How To Create The Right Habits To Achieve Your Goals in 2016

Habits are a necessary part of life. They're essential to our survival because they allow us to perform various daily tasks without occupying too much of our mental energy – this frees our minds to concentrate on more important things.

For example, if you've driven a car long enough, you'll know that the process itself becomes almost automatic, and that this allows your mind to focus on the road, keeping an eye out for other cars, pedestrians, etc.

The problem with habits is that both the good and the bad can become equally ingrained into our daily lives – it's because of this that the combination of habits we possess have a direct impact on our success.

If you had a difficult time achieving as many goals as you would have liked to in 2015, and you want 2016 to be a more successful year for you, you can't expect to achieve better results by using the same strategies and by sticking to the same set of habits!

So how can you make the switch from bad to good habits?

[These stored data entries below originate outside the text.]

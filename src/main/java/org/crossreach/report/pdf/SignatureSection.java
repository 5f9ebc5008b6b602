package org.crossreach.report.pdf;

import java.awt.Color;
import java.io.IOException;
import java.util.ArrayList;
import java.util.List;
import org.crossreach.discharge.PassDischarge;

/** Places to sign. */
final class SignatureSection implements TransectSection, MeasurementSection {

  @Override
  public List<Block> blocks(Subject subject, PassDischarge pass) {
    return blocks(subject);
  }

  @Override
  public List<Block> blocks(Subject subject) {
    PageStyle style = subject.style();
    Color line = style.chart().quiet();
    List<List<Block>> places = new ArrayList<>();
    for (String role : List.of("Measured by", "Reduced by", "Reviewed by")) {
      places.add(List.of(new Place(role, style.label(), line)));
    }
    return List.of(new Foot(new SideBySide(places, List.of(1.0, 1.0, 1.0), 18)));
  }

  /**
   * What belongs at the foot of the last page.
   *
   * @param places the places to sign
   */
  private record Foot(SideBySide places) implements Block {

    @Override
    public double height(double width) {
      return places.height(width);
    }

    @Override
    public void draw(Sheet sheet, Structure.Element parent, double x, double y, double width)
        throws IOException {
      places.draw(sheet, parent, x, y, width);
    }

    @Override
    public boolean sinks() {
      return true;
    }
  }

  /**
   * A line to sign on.
   *
   * @param role who signs
   * @param ink how it looks
   * @param line colour of the line
   */
  private record Place(String role, Ink ink, Color line) implements Block {

    private static final double ROOM = 30;

    @Override
    public double height(double width) {
      return ROOM + 3 + ink.leading();
    }

    @Override
    public void draw(Sheet sheet, Structure.Element parent, double x, double y, double width)
        throws IOException {
      sheet.decoration(() -> sheet.line(line, 0.6, x, y + ROOM, x + width, y + ROOM));
      Text.paragraph(ink, role + ": name, date, signature")
          .draw(sheet, parent, x, y + ROOM + 3, width);
    }
  }
}
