package org.crossreach.section;

/**
 * Room for the usable cells of one ensemble, from the top down; to be filled again for each
 * ensemble. One column belongs to one thread.
 *
 * <p>Heights are above the bed (m). Velocities are of the water over the ground (m/s): {@code
 * normal} positive downstream, {@code along} positive from the left to the right bank.
 */
public final class Column {

  int size;
  double depthM;
  final int[] cell;
  final double[] upperM;
  final double[] lowerM;
  final double[] normalMps;
  final double[] alongMps;

  /** Sums of velocity times height over the cells (m²/s). */
  double normalTransport;

  double alongTransport;

  /**
   * Makes room.
   *
   * @param cells largest number of cells
   */
  public Column(int cells) {
    cell = new int[cells];
    upperM = new double[cells];
    lowerM = new double[cells];
    normalMps = new double[cells];
    alongMps = new double[cells];
  }

  /** Number of usable cells. */
  public int size() {
    return size;
  }

  /** Depth of the water (m). */
  public double depthM() {
    return depthM;
  }

  /** Number of the cell in its ensemble, from 0 at the top. */
  public int cell(int j) {
    return cell[j];
  }

  /** Height of the cell's upper edge above the bed (m). */
  public double upperM(int j) {
    return upperM[j];
  }

  /** Height of the cell's lower edge above the bed (m). */
  public double lowerM(int j) {
    return lowerM[j];
  }

  /** Height of the cell's centre above the bed (m). */
  public double centreM(int j) {
    return 0.5 * (upperM[j] + lowerM[j]);
  }

  /** Height of the cell (m). */
  public double heightM(int j) {
    return upperM[j] - lowerM[j];
  }

  /** Velocity component of a cell (m/s). */
  public double velocityMps(Component component, int j) {
    return component == Component.NORMAL ? normalMps[j] : alongMps[j];
  }

  /** Sum of velocity times height over all cells (m²/s). */
  public double transportM2s(Component component) {
    return component == Component.NORMAL ? normalTransport : alongTransport;
  }

  /** Whether no cell is missing between cell {@code first} and the lowest one. */
  public boolean unbroken(int first) {
    return cell[size - 1] - cell[first] == size - 1 - first;
  }

  /** Whether no cell is missing between cell {@code j} and the next one below. */
  public boolean joined(int j) {
    return cell[j] + 1 == cell[j + 1];
  }

  /**
   * Takes over some cells of another column, with its depth.
   *
   * @param source the other column
   * @param from first cell taken
   * @param to one past the last cell taken
   */
  public void takePart(Column source, int from, int to) {
    size = to - from;
    depthM = source.depthM;
    System.arraycopy(source.cell, from, cell, 0, size);
    System.arraycopy(source.upperM, from, upperM, 0, size);
    System.arraycopy(source.lowerM, from, lowerM, 0, size);
    System.arraycopy(source.normalMps, from, normalMps, 0, size);
    System.arraycopy(source.alongMps, from, alongMps, 0, size);
    sum();
  }

  private void sum() {
    normalTransport = 0;
    alongTransport = 0;
    for (int j = 0; j < size; j++) {
      normalTransport += normalMps[j] * (upperM[j] - lowerM[j]);
      alongTransport += alongMps[j] * (upperM[j] - lowerM[j]);
    }
  }

  /**
   * Turns the axes: what was normal to the section becomes the component along a given direction,
   * what was along it the component to the right of that direction.
   *
   * @param normalPart the direction's part normal to the section, of a unit vector
   * @param alongPart the direction's part along the section, positive to the right bank
   */
  public void turnTo(double normalPart, double alongPart) {
    for (int j = 0; j < size; j++) {
      double normal = normalMps[j];
      double along = alongMps[j];
      normalMps[j] = normalPart * normal + alongPart * along;
      alongMps[j] = normalPart * along - alongPart * normal;
    }
    sum();
  }
}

The first step involves being completely honest with yourself.

Good Habits – Bad Habits = Goals Achieved

Which of your habits are keeping you trapped in self-sabotaging patterns?

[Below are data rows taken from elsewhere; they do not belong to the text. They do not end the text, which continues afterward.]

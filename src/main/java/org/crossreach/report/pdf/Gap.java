package org.crossreach.report.pdf;

/**
 * Empty room.
 *
 * @param high its height (pt)
 */
record Gap(double high) implements Block {

  @Override
  public double height(double width) {
    return high;
  }

  @Override
  public void draw(Sheet sheet, Structure.Element parent, double x, double y, double width) {
    // There is nothing to draw in a gap.
  }

  @Override
  public boolean staysWithNext() {
    return true;
  }
}
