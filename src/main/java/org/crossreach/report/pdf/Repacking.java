package org.crossreach.report.pdf;

import java.io.IOException;
import java.io.InputStream;
import java.io.OutputStream;
import java.util.Collections;
import java.util.IdentityHashMap;
import java.util.Set;
import org.apache.pdfbox.cos.COSArray;
import org.apache.pdfbox.cos.COSBase;
import org.apache.pdfbox.cos.COSDictionary;
import org.apache.pdfbox.cos.COSName;
import org.apache.pdfbox.cos.COSObject;
import org.apache.pdfbox.cos.COSStream;
import org.crossreach.report.chart.PortableDeflate;

/**
 * Compresses the streams of a document anew, so that they are the same bytes whatever the
 * platform's own compression is. Metadata stay plain, and what was packed by us already is left
 * alone.
 */
final class Repacking {

  private final Set<COSBase> seen = Collections.newSetFromMap(new IdentityHashMap<>());

  private Repacking() {}

  /** Works through everything that hangs on an object. */
  static void repack(COSBase root) throws IOException {
    new Repacking().walk(root);
  }

  private void walk(COSBase base) throws IOException {
    if (base instanceof COSObject reference) {
      walk(reference.getObject());
    } else if (base instanceof COSArray array && seen.add(array)) {
      for (COSBase each : array) {
        walk(each);
      }
    } else if (base instanceof COSDictionary dictionary && seen.add(dictionary)) {
      for (COSBase each : dictionary.getValues()) {
        walk(each);
      }
      if (dictionary instanceof COSStream stream) {
        repackStream(stream);
      }
    }
  }

  private static void repackStream(COSStream stream) throws IOException {
    COSName subtype = stream.getCOSName(COSName.SUBTYPE);
    boolean packed =
        COSName.IMAGE.equals(subtype)
            || stream.containsKey(COSName.PARAMS)
            || stream.containsKey(COSName.N);
    if (packed || COSName.METADATA.equals(stream.getCOSName(COSName.TYPE))) {
      return;
    }
    byte[] plain;
    try (InputStream decoded = stream.createInputStream()) {
      plain = decoded.readAllBytes();
    }
    try (OutputStream raw = stream.createRawOutputStream()) {
      raw.write(PortableDeflate.compress(plain));
    }
    stream.setItem(COSName.FILTER, COSName.FLATE_DECODE);
    stream.removeItem(COSName.DECODE_PARMS);
  }
}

Be brutally honest with yourself. Identifying the habits that are detrimental to your success is important not only to show what patterns you need to eliminate from your life, but also because it can aid in the understanding of what you've achieved and how you can do better.

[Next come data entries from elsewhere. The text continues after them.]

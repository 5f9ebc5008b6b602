/**
 * What the measured cells say about the choice of laws and exponent for the unmeasured water.
 *
 * <p>Comes in: a measurement and its chosen settings. Goes out: a {@link
 * org.crossreach.evidence.Comparison} of every combination of laws and exponent rules, with the
 * errors each makes on hidden cells and a {@link org.crossreach.evidence.Verdict}. Start at {@link
 * org.crossreach.evidence.Comparer}. Called by {@code report} and what follows it.
 */
package org.crossreach.evidence;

Think of your success in terms of this formula:

Good Habits – Bad Habits = Goals Achieved

How many of our goals we manage to achieve depends on the difference between our good habits and our bad habits. The more good habits we have, the more goals we are likely to achieve.

  • Think carefully, do you have more bad habits than good ones?
  • Does the quantity (and quality) of the goals you've achieved correspond to your good and bad habits?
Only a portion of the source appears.